Non-epileptic seizures are primarily psychiatric events. In greater than 90% of cases, these seizure-like attacks are a symptom of conversion disorder in which patients' psychological challenges present as physical symptoms [10, 11]. These attacks tend to mimic seizures that the patient has seen or heard about; they are therefore difficult to distinguish from epileptic seizures. The diagnosis of non-epileptic seizures is based on ruling out all organic causes for the attacks; therefore these patients are frequently exposed to antiepileptic medication and other neurologic interventions prior to definitive diagnosis. There are no neuropathologic changes that predispose these patients to have attacks and the electrophysiological mechanism for the attacks is dissimilar from the mechanism for epileptic seizures. Therefore, antiepileptic medication and other neurologic interventions will not control these attacks, though their side effect profile remains the same. Although a small minority of PWN also suffer from epileptic seizures, it is important to distinguish PWN from PWE so that they can receive the treatment appropriate to the underlying cause of their seizures.

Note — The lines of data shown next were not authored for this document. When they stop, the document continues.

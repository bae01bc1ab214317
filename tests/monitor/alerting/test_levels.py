"""Alert-level names: one wording for every page, email, API answer and the demo."""

from __future__ import annotations

from monitor.alerting.levels import NO_LEVEL, level_info, level_label
from monitor.config import parse_config


def water_body(tmp_path, levels=None):
    alerts = {"framework": "custom", "levels": levels} if levels else {}
    return parse_config({
        "service": {"database": f"sqlite:///{tmp_path / 'levels.sqlite'}"},
        "water_bodies": [{"id": "tarnby", "name": "Tarnby Water", "use": "recreation", "alerts": alerts,
                          "basins": [{"id": "north", "name": "North", "volume_m3": 1e6, "mean_depth_m": 3.0,
                                      "area_m2": 3e5}]}],
    }).water_body("tarnby")


def test_level_zero_is_no_alert_level_forecast_never_a_clearance(tmp_path):
    wb = water_body(tmp_path)
    assert NO_LEVEL == "no alert level forecast"
    assert level_label(wb, 0) == level_label(wb, 0, with_threshold=True) == NO_LEVEL
    assert level_info(wb, 0) == {"number": 0, "name": NO_LEVEL, "chlorophyll_ugL": None, "meaning": ""}


def test_levels_are_named_from_the_config_with_the_threshold_on_request(tmp_path):
    wb = water_body(tmp_path, [{"name": "Watch", "chlorophyll_ugL": 3.0, "meaning": "look closer"},
                               {"name": "Act", "chlorophyll_ugL": 7.5}])
    assert [level_label(wb, n) for n in (1, 2)] == ["Watch", "Act"]
    assert [level_label(wb, n, with_threshold=True) for n in (1, 2)] == ["Watch (3 µg/L)", "Act (7.5 µg/L)"]
    assert level_info(wb, 1) == {"number": 1, "name": "Watch", "chlorophyll_ugL": 3.0, "meaning": "look closer"}


def test_a_level_above_the_ladder_is_named_as_the_top_level(tmp_path):
    # a status stored before the config lost a level still gets a name
    wb = water_body(tmp_path, [{"name": "Watch", "chlorophyll_ugL": 3.0}])
    assert level_label(wb, 3) == "Watch" and level_info(wb, 3)["number"] == 1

The pathologic benefit of comparing NNPs to PWE is clear. Using our knowledge of normal physiology, this comparison has been used to describe how the complexity of EEG recording during seizure (ictus) is less than that of interictal EEG [1, 2]; how epileptic lesions are associated with focal cortical atrophy and hyperintensity on MRI [12]; and how focal interictal hypometabolism in FDG-PET can indicate the seizure onset zone [13]. These differences are thought to be macro-scale features that confirm our understanding of epilepsy on a neural level.
The decreased complexity in EEG reflects hypersynchronized activity of neurons in the epileptic network, coupled with inhibited activity in the surrounding tissue [14]. Focal cortical atrophy and MRI signal hyperintensity are MRI-based signs of increased cell death of inhibitory cells and the ensuing gliosis [15]. The cause for focal hypometabolism is defines less clearly, but it has been shown that neurons within the epileptic network have altered metabolic activity [16]. Cell death and gliosis also may play a role in interictal hypometabolism [16]. While these findings help us to understand the neuropathologic features of epilepsy, there are, unfortunately, important caveats to their interpretation.
Patients with seizures are exposed to environmental factors that may artificially increase physicians' ability to discriminate NNPs from PWE. The mechanism of action of many antiepileptic drugs (AEDs) is to decrease the synchronicity and excitability of neural networks [14], thereby potentially increasing the baseline complexity of EEG so that the contrast with seizure activity is enhanced. Similarly, some AEDs have psychiatric side effects that appear similar to the psychiatric co-morbidities of PWN [17, 18]. In contrast with NNPs, PWN frequently are treated with these AEDs before their seizures are determined to be non-epileptic, therefore the use of PWN as a control group more accurately controls for the potential effect of AEDs.
Even though the diagnoses of non-epileptic seizures and epilepsy are distinct, many of their risk factors are shared. PWNs model their seizures after those they have seen or heard about before, therefore the relationship with family history is difficult to describe [19, 20]. Similarly, both PWN and PWE are associated with traumatic brain injury (TBI), albeit PWN are more associated with mild TBI [10, 19]. The presence of psychiatric comorbidities increases the suspicion for non-epileptic seizures, but epilepsy also has been shown to be associated with significant psychiatric challenges, potentially as a side effect of AEDs, or to the loss of independence and the stigma associated with the disease [21] Therefore, in order to assess reliably if ML models can detect signs of the underlying pathology associated with epilepsy, it is useful to compare PWE to PWN.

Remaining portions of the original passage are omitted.